Well it was released so you guys can stop with the whole "it's dead comment". The volunteer out that day said it was released. So go get your big girl this ice season!


----------



## LOAH (Sep 29, 2007)

> The biggest tiger trout ever caught in Utah died for science and for the good of Scofield Reservoir.


First line of the article. These fish were not released.

Gill nets = kill nets, most of the time.


----------



## sawsman (Sep 13, 2007)

Fishrmn said:


> Released? Look at the caudal fin of the big girl. It's already starting to dry out. *Fish caught in gill nets aren't usually in any condition to be released.*


They usually dont fair too well after being held in the gills either.
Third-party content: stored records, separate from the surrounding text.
"""One side's features (users or items): encoders fitted on training entities, encoded into tensors.

A `FeatureBlock` is a dict of tensors whose first dimension runs over entities; training batches
gather rows of it with index tensors, so no per-row Python runs in the training loop.
"""

from __future__ import annotations

import numpy as np
import pandas as pd
import torch

from towers.data.encoders import IdEncoder, encoder_from_state, make_encoder
from towers.data.tables import (
    align_id_types,
    check_unique_ids,
    normalise_ids,
    padded_form,
    read_table,
    require_columns,
    zero_padded,
)
from towers.errors import TowersError, plain, where

FeatureBlock = dict[str, torch.Tensor]


def take(block: FeatureBlock, rows: torch.Tensor) -> FeatureBlock:
    """Gather the given entity rows of every tensor in a block."""
    return {name: t.index_select(0, rows) for name, t in block.items()}


def block_len(block: FeatureBlock) -> int:
    return len(next(iter(block.values())))


def slice_block(block: FeatureBlock, start: int, stop: int) -> FeatureBlock:
    return {name: t[start:stop] for name, t in block.items()}


def inputs_of(encoders: list) -> list[dict]:
    """What a tower needs to know about each feature: name, kind and size or width."""
    out = []
    for e in encoders:
        if e.kind in ("categorical", "tokens"):
            out.append({"name": e.name, "kind": e.kind, "size": e.size})
        else:
            out.append({"name": e.name, "kind": e.kind, "width": e.width})
    return out


class SideEncoders:
    """The id encoder and feature encoders of one side, with plain-state save and load."""

    def __init__(self, id_encoder: IdEncoder, encoders: list, id_column: str | None):
        self.id_encoder = id_encoder
        self.encoders = encoders
        self.id_column = id_column

    @classmethod
    def fit(cls, table: pd.DataFrame | None, path, id_column: str | None, specs: list[dict],
            train_ids: np.ndarray) -> "SideEncoders":
        """Fit the id vocabulary and every feature encoder on the training entities' rows only."""
        id_enc = IdEncoder.fit(train_ids)
        encoders = [make_encoder(s) for s in specs]
        if encoders:
            ids = normalise_ids(table[id_column], path, id_column)
            train_rows = table.iloc[np.flatnonzero(pd.Index(train_ids).get_indexer(ids) >= 0)] \
                if len(train_ids) else table.iloc[:0]
            if len(train_rows) == 0:
                train_rows = table  # nothing to learn from; fall back to the whole table
            for enc in encoders:
                enc.fit(train_rows[enc.name], path)
        return cls(id_enc, encoders, id_column)

    def encode(self, ids: np.ndarray, table: pd.DataFrame | None, path) -> FeatureBlock:
        """Encode entities (ids plus their feature rows, in the same order) into a block."""
        block: FeatureBlock = {"id": self.id_encoder.transform(ids)}
        for enc in self.encoders:
            block[enc.name] = enc.transform(table[enc.name], path)
        return block

    def unknown_counts(self) -> dict[str, int]:
        """Values mapped to the unknown bucket by the last encode, per feature (for warnings)."""
        return {e.name: e.unknown_seen for e in self.encoders if getattr(e, "unknown_seen", 0)}

    def model_inputs(self) -> list[dict]:
        return inputs_of(self.encoders)

    def state(self) -> dict:
        return {"id_column": self.id_column, "ids": self.id_encoder.state(),
                "features": [e.state() for e in self.encoders]}

    @classmethod
    def from_state(cls, state: dict) -> "SideEncoders":
        return cls(encoder_from_state(state["ids"]), [encoder_from_state(s) for s in state["features"]],
                   state["id_column"])


def _form_hint(bad, table_ids: np.ndarray, path) -> str | None:
    """When the id named in an error is one of the table's zero-padded text ids with its zeros dropped (numbers
    in one file, zero-padded text in the other), the fix for that, else None."""
    found = padded_form(np.asarray([bad], dtype=object), table_ids)
    if found is None:
        return None
    return (f"the ids in {path} are text with leading zeros ({found[1]!r}) and these are numbers, which drop them; "
            "write the ids the same way in both files (as text in both keeps the zeros)")


class SideTable:
    """A side's feature table read and keyed by id (or none when the side has no features)."""

    def __init__(self, path, id_column: str | None, specs: list[dict], missing_rows: str, section: str = "items"):
        self.path, self.id_column, self.specs, self.missing_rows = path, id_column, specs, missing_rows
        self.section = section  # the config section naming the table, for the hints of errors
        self.table: pd.DataFrame | None = None
        self.ids: np.ndarray | None = None
        if path:
            cols = [id_column] + [s.name for s in specs]
            self.table = read_table(path, columns=None, watch=cols, ids=[id_column])
            require_columns(self.table.columns, cols, path)
            self.table = self.table[list(dict.fromkeys(cols))].reset_index(drop=True)
            self.ids = normalise_ids(self.table[id_column], path, id_column)
            check_unique_ids(self.ids, path, id_column)
            # every feature value is checked here, in file order, so an error names the file's row
            # (encoders are later fitted on the training entities' rows only, a subset in another order)
            for spec in specs:
                make_encoder(spec).validate(self.table[spec.name], path)

    @property
    def has_table(self) -> bool:
        return self.table is not None

    def constant_features(self) -> list[str]:
        """The listed features holding one value (or nothing) in every row of the table: they tell no two
        entities apart, so they carry nothing to a new entity's vector."""
        if self.table is None or len(self.table) < 2:
            return []
        out = []
        for spec in self.specs:
            column = self.table[spec.name]
            try:
                distinct = column.nunique(dropna=False)
            except TypeError:  # list or array cells (tokens, vectors) are not hashable: compared as text
                distinct = column.astype(str).nunique(dropna=False)
            if distinct <= 1:
                out.append(spec.name)
        return out

    def catalog(self, interaction_ids: np.ndarray, log_path, log_column: str | tuple[str, ...],
                codes: np.ndarray | None = None, file_rows: bool = True) -> tuple[np.ndarray, pd.DataFrame | None, np.ndarray]:
        """The side's entity universe: table ids plus (per missing_rows) ids only seen in the log.

        `log_column` names the log column the ids came from; a tuple of names means the ids are those
        columns one after another, equally long (item_item mode), so errors name the right column and row.
        With `codes`, interaction_ids are the log's distinct ids and row r of the log holds
        interaction_ids[codes[r]] (data/prepare.IdColumn): every check runs once per distinct id.
        file_rows false: the rows are not one file's (pairs derived from an export, a data-parallel process's
        share, a folder's files one after another), so errors name the id and column but no row. Returns
        (catalog ids, feature rows aligned with them or None, keep-mask over the log's rows).
        """
        columns = (log_column,) if isinstance(log_column, str) else tuple(log_column)
        n_rows = len(interaction_ids) if codes is None else len(codes)
        per_column = max(1, n_rows // len(columns))

        def locate(i: int | None) -> str:
            if i is None:
                return where(log_path, columns[0])
            return where(log_path, columns[min(i // per_column, len(columns) - 1)], i % per_column + 1)

        def per_row(mask: np.ndarray) -> np.ndarray:
            return mask if codes is None else mask[codes]

        def first_row(mask: np.ndarray) -> tuple[int | None, int]:
            """(log row, index into interaction_ids) of the first row where mask holds (row None: not named)."""
            if not file_rows:
                return None, int(np.flatnonzero(mask)[0])
            row = int(np.flatnonzero(per_row(mask))[0])
            return row, row if codes is None else int(codes[row])

        if self.table is None:
            uniq = pd.unique(interaction_ids)
            uniq = np.sort(uniq) if uniq.dtype.kind in "iu" else np.asarray(sorted(uniq), dtype=object)
            return uniq, None, np.ones(n_rows, bool)
        if self.ids.dtype.kind in "iu" and interaction_ids.dtype == object and self.missing_rows != "drop":
            # text ids in the log against whole-number ids in the table: any id that is not a whole number
            # can match no row, and (missing_rows: default) could not become a catalog entity of that type
            parsed = pd.to_numeric(pd.Series(interaction_ids, dtype=object), errors="coerce").to_numpy(dtype=np.float64)
            with np.errstate(invalid="ignore"):
                text = ~(np.isfinite(parsed) & (parsed == np.round(parsed)))
            if text.any():
                row, at = first_row(text)
                raise TowersError(
                    f"{locate(row)}: mixed id types: {interaction_ids[at]!r} is text but the ids in {self.path} are "
                    "whole numbers; store every id as a number (or every id as text in both files)")
        if self.ids.dtype.kind in "iu" and interaction_ids.dtype == object:
            padded = zero_padded(interaction_ids)
            if padded.any():  # '07' and '0007' would both become 7: two ids taken for one
                row, at = first_row(padded)
                shown = str(interaction_ids[at]).strip()
                raise TowersError(
                    f"{locate(row)}: id {shown!r} is text written with a leading zero or sign, but the ids in "
                    f"{self.path} are whole numbers, so it would be read as {int(shown)} (as would every other way "
                    "of writing that number); write the ids the same way in both files: as text in both (a parquet "
                    "string column, or a CSV, which keeps the zeros) or as plain numbers in both")
        ids = align_id_types(interaction_ids, self.ids)
        known = pd.Index(self.ids).get_indexer(ids) >= 0
        keep = np.ones(n_rows, bool)
        table, cat_ids = self.table, self.ids
        if not known.all():
            missing = pd.unique(ids[~known])
            if self.missing_rows == "error":
                row, at = first_row(~known)
                bad = plain(interaction_ids[at])
                raise TowersError(
                    f"{locate(row)}: id {bad!r} has no row in {self.path} ({len(missing)} such ids); "
                    + (_form_hint(bad, self.ids, self.path) or
                       f"add feature rows, or set {self.section}.missing_rows: drop or default"))
            if self.missing_rows == "drop":
                keep = per_row(known)
            else:
                filler = pd.DataFrame({c: pd.Series([None] * len(missing), dtype=object) for c in table.columns})
                filler[self.id_column] = missing
                table = pd.concat([table, filler], ignore_index=True)
                cat_ids = np.concatenate([cat_ids, missing.astype(cat_ids.dtype)])
        return cat_ids, table, keep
Even if they survived the gill net.

I say deader than door nails.


----------



## tye dye twins (Mar 8, 2011)

Wow than that BFT'er volunteer was full of it! He must have quite a hate for my twin and I! 
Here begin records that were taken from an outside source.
class DateEncoder:
    """Dates and timestamps as their age in days at a reference date, standardised like numbers.

    Inputs: the standardised age (reference minus date, in days; a later date has a negative age) and a
    missing indicator, as NumericEncoder gives them. With `calendar`, four more: (sin, cos) of
    2*pi*value/period for the day of the week (Monday 0, period 7) and the month of the year (January
    0, period 12), all 0 for a missing date. Dates are read in UTC. The reference is the configured
    one or, when none is, the latest training date; it is fixed at fit and saved, so unseen rows later
    get their ages at the same reference.
    """

    kind = "date"

    def __init__(self, name: str, reference_date: str | None = None, calendar: bool = False,
                 mean: float = 0.0, std: float = 1.0):
        self.name, self.calendar, self.mean, self.std = name, calendar, mean, std
        self.reference_date = None if reference_date is None else _iso(_reference_us(reference_date, name))

    def _times(self, series: pd.Series, path) -> np.ndarray:
        return date_column(series, path, self.name)

    def _ages(self, times: np.ndarray) -> np.ndarray:
        missing = np.isnat(times)
        us = np.where(missing, 0, times.astype(np.int64))
        return np.where(missing, np.nan, (_reference_us(self.reference_date, self.name) - us) / DAY_US)

    def validate(self, series: pd.Series, path) -> None:
        """Raise unless every present value is an ISO date or timestamp (or a datetime column)."""
        self._times(series, path)

    def fit(self, series: pd.Series, path) -> "DateEncoder":
        times = self._times(series, path)
        if self.reference_date is None:
            present = times[~np.isnat(times)]
            if not len(present):
                raise TowersError(f"{where(path, self.name)}: no dates among the training rows to count ages from; "
                                  "set reference_date on this feature or fill the column")
            self.reference_date = _iso(int(present.max().astype(np.int64)))
        self.mean, self.std = _scale(self._ages(times))
        return self

    def transform(self, series: pd.Series, path) -> torch.Tensor:
        times = self._times(series, path)
        parts = [_standardised(self._ages(times), self.mean, self.std)]
        if self.calendar:
            missing = np.isnat(times)
            us = np.where(missing, 0, times.astype(np.int64))
            weekday = (np.floor_divide(us, DAY_US) + EPOCH_WEEKDAY) % 7
            month = np.where(missing, 0, times.astype("datetime64[M]").astype(np.int64)) % 12
            for value, period in ((weekday, 7), (month, 12)):
                angle = 2 * np.pi * value / period
                parts.append(np.where(missing[:, None], 0.0, np.stack([np.sin(angle), np.cos(angle)], axis=1)))
        return torch.from_numpy(np.concatenate(parts, axis=1).astype(np.float32))

    @property
    def width(self) -> int:
        return 6 if self.calendar else 2

    def state(self) -> dict:
        return {"kind": self.kind, "name": self.name, "reference_date": self.reference_date,
                "calendar": self.calendar, "mean": self.mean, "std": self.std}
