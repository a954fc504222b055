"""Warm starts, the encoders: an earlier run's vocabularies grown by what new training data adds.

Encoders keep every id and category they knew, at the same index, and append what the new training
data adds; numeric and vector scalings stay as they were, so the earlier weights keep their meaning
(model/grow.py then grows the weight tables to match).
"""

from __future__ import annotations

import numpy as np
import pandas as pd

from towers.data.context import ContextEncoders
from towers.data.encoders import IdEncoder, encoder_from_state
from towers.data.features import SideEncoders
from towers.errors import TowersError


def _appended(old: list, new: list) -> tuple[list, int]:
    """old in order, then the values of new that old lacks (in new's order)."""
    known = pd.Index(old, dtype=object) if old else pd.Index([], dtype=object)
    fresh = [v for v, seen in zip(new, known.get_indexer(pd.Index(new, dtype=object)) >= 0) if not seen] if new else []
    return list(old) + fresh, len(fresh)


def extend_ids(new: IdEncoder, old: IdEncoder, what: str) -> tuple[IdEncoder, int]:
    if len(old.ids) and len(new.ids) and old.id_type != new.id_type:
        raise TowersError(f"--init-from: the earlier run's {what} ids are {'numbers' if old.id_type == 'int' else 'text'} "
                          f"but the new log's are {'numbers' if new.id_type == 'int' else 'text'}; store ids the same way")
    old_ids = old.ids
    fresh = new.ids[pd.Index(old_ids).get_indexer(new.ids) < 0]
    merged = np.concatenate([old_ids, fresh]) if len(fresh) else old_ids
    return IdEncoder(merged, old.id_type if len(old_ids) else new.id_type), int(len(fresh))


def extend_side(new: SideEncoders, old: SideEncoders, what: str) -> tuple[SideEncoders, dict]:
    """new's encoders grown from old's: same features required, old numbering kept."""
    new_names = [(e.name, e.kind) for e in new.encoders]
    old_names = [(e.name, e.kind) for e in old.encoders]
    if new_names != old_names:
        raise TowersError(f"--init-from: the {what} features differ from the earlier run's ({old_names} there, "
                          f"{new_names} here); keep the same feature list to warm-start, or train afresh")
    ids, n_new = extend_ids(new.id_encoder, old.id_encoder, what)
    encoders, grown = [], {}
    for n_enc, o_enc in zip(new.encoders, old.encoders):
        state = o_enc.state()
        if getattr(o_enc, "vocab", None) is not None and not state.get("hashed_rows"):
            merged, added = _appended(list(o_enc.vocab), list(n_enc.vocab))
            state = dict(state, vocab=merged)
            if added:
                grown[n_enc.name] = added
        encoders.append(encoder_from_state(state))  # numeric/vector: the earlier scaling, unchanged
    return SideEncoders(ids, encoders, new.id_column), {"new_ids": n_new, "new_values": grown}


def extend_context(new, old_state: dict | None):
    """Context encoders grown like a side's (same columns required)."""
    if new is None or old_state is None:
        if (new is None) != (old_state is None):
            raise TowersError("--init-from: one run has context columns and the other has none; "
                              "keep interactions.context the same to warm-start")
        return new, {}
    old = ContextEncoders.from_state(old_state)
    side = SideEncoders(IdEncoder(np.asarray([], dtype=object)), new.encoders, None)
    grown, info = extend_side(side, SideEncoders(IdEncoder(np.asarray([], dtype=object)), old.encoders, None), "context")
    return ContextEncoders(grown.encoders), {"new_values": info["new_values"]}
I retract my above posts! I can recognize when I am wrong.


----------



## k2muskie (Oct 6, 2007)

Nice look'n fish...and yep based on reading the article...big lures catch big fish I will attest to that first hand. Too bad we don't fish for Trout...think'n with the arsenal we have it would be very interesting to see if these behemoths would like them...I'm think'n yep.


----------



## madonafly (Dec 27, 2007)

What I find very interesting is the Picture of a Big fish, even a measurement of 32" and a REAL WEIGHT!!!! 32" fatty with a weight of 13 lbs. and yet I still see 24" at 8 lbs posted, why is that?......LOL
Just like to see people keeping it real. Let the winter pounding of Scofield begin.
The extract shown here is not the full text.